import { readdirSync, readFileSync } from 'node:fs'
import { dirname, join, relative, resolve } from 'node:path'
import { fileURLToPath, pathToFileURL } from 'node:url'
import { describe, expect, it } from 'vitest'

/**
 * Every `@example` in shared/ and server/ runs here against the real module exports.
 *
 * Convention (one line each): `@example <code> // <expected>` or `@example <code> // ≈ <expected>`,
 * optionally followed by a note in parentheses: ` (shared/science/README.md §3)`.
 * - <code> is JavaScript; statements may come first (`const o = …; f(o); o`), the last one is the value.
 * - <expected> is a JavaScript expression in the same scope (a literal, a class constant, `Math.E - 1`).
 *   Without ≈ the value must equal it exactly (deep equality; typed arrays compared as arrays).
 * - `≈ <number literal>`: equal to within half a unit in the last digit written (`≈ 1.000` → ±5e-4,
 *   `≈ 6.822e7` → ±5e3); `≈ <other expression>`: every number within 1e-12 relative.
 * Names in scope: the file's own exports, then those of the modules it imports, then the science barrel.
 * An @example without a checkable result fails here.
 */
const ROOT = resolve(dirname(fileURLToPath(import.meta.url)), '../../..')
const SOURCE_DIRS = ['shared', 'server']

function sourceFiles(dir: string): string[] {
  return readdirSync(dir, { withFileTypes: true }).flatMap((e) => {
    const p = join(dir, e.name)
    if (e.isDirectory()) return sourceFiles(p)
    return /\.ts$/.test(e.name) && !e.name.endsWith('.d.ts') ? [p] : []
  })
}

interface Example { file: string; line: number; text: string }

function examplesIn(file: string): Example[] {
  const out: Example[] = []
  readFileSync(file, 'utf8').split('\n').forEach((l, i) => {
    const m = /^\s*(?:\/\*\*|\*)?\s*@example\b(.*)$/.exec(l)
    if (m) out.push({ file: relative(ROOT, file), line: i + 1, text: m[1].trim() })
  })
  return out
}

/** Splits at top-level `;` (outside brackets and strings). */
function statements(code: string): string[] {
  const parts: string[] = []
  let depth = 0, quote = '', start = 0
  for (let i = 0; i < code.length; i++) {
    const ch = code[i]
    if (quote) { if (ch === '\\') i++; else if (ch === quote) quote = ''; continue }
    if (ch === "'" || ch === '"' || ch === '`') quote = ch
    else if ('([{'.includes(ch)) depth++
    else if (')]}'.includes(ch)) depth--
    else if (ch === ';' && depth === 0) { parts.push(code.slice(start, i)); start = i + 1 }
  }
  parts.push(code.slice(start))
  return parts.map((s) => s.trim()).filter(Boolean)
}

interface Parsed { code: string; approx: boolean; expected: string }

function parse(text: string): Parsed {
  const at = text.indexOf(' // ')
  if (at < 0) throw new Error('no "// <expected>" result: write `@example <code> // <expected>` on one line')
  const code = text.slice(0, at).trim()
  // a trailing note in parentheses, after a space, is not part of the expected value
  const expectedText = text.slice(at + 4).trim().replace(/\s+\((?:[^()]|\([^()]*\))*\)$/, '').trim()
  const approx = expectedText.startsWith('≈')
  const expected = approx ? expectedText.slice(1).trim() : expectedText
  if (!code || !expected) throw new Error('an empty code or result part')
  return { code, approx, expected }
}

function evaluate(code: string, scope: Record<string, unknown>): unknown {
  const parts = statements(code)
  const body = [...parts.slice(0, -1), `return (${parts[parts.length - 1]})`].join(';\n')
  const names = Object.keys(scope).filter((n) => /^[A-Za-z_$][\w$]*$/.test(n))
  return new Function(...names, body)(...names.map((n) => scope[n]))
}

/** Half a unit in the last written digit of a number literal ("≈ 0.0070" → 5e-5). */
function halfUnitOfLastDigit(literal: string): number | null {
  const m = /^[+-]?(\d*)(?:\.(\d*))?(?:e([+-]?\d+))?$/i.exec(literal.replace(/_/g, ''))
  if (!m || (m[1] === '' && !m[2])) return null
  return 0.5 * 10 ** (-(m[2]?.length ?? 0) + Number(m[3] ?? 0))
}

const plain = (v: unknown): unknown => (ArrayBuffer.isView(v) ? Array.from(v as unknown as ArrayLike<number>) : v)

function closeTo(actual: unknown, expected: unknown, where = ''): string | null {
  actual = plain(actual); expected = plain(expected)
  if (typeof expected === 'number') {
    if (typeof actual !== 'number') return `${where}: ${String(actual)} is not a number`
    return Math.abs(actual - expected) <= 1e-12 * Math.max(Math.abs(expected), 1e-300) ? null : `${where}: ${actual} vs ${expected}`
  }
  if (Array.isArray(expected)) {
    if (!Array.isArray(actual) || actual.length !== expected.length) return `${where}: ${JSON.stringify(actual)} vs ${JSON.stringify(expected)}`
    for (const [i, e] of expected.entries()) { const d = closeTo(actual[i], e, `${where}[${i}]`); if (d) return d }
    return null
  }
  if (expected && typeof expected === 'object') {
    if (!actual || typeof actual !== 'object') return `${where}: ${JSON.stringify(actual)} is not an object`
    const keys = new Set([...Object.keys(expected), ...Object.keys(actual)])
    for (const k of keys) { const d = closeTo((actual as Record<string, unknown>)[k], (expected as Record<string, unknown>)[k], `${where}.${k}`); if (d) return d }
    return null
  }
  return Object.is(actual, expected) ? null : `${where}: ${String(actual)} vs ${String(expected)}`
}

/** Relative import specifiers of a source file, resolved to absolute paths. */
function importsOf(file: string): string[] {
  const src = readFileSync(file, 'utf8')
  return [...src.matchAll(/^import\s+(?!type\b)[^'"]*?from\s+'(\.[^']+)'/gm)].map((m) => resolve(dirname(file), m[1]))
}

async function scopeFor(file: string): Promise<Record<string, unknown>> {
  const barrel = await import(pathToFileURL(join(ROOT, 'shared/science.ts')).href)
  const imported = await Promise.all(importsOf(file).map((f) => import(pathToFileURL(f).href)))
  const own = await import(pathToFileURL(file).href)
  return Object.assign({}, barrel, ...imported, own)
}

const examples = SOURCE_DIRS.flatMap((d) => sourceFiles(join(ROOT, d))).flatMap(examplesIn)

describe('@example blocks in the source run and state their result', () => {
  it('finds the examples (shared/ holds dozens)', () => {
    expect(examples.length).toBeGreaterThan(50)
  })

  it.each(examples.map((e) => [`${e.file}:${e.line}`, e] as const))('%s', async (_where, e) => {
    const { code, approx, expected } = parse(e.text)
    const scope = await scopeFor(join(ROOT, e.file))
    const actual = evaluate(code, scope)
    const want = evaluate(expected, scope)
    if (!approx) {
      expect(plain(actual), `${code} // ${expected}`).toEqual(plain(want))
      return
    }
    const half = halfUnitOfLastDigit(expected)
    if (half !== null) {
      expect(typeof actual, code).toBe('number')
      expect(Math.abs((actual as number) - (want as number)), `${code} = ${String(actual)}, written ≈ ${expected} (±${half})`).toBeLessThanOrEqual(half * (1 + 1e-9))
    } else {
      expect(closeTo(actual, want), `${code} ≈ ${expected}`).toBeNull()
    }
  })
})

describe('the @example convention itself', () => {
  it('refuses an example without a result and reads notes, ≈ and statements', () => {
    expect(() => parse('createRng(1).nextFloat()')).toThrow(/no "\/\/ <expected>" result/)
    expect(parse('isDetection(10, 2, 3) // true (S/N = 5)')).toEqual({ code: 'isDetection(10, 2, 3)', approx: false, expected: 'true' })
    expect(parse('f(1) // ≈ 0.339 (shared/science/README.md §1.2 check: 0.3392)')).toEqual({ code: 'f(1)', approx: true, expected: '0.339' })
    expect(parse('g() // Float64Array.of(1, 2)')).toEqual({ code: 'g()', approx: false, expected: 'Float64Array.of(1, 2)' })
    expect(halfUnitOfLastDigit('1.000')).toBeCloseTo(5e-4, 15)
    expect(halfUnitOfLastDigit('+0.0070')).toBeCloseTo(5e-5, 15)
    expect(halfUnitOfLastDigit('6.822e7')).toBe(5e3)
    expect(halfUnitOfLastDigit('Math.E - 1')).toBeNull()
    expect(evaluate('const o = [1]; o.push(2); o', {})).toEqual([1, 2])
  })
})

# Task instructions
Of all the entries above, retype exactly the lines from the line with "absolute paths. */" to the line with "const own = await", both included, and no others.

# Your response
/** Relative import specifiers of a source file, resolved to absolute paths. */
function importsOf(file: string): string[] {
  const src = readFileSync(file, 'utf8')
  return [...src.matchAll(/^import\s+(?!type\b)[^'"]*?from\s+'(\.[^']+)'/gm)].map((m) => resolve(dirname(file), m[1]))
}

async function scopeFor(file: string): Promise<Record<string, unknown>> {
  const barrel = await import(pathToFileURL(join(ROOT, 'shared/science.ts')).href)
  const imported = await Promise.all(importsOf(file).map((f) => import(pathToFileURL(f).href)))
  const own = await import(pathToFileURL(file).href)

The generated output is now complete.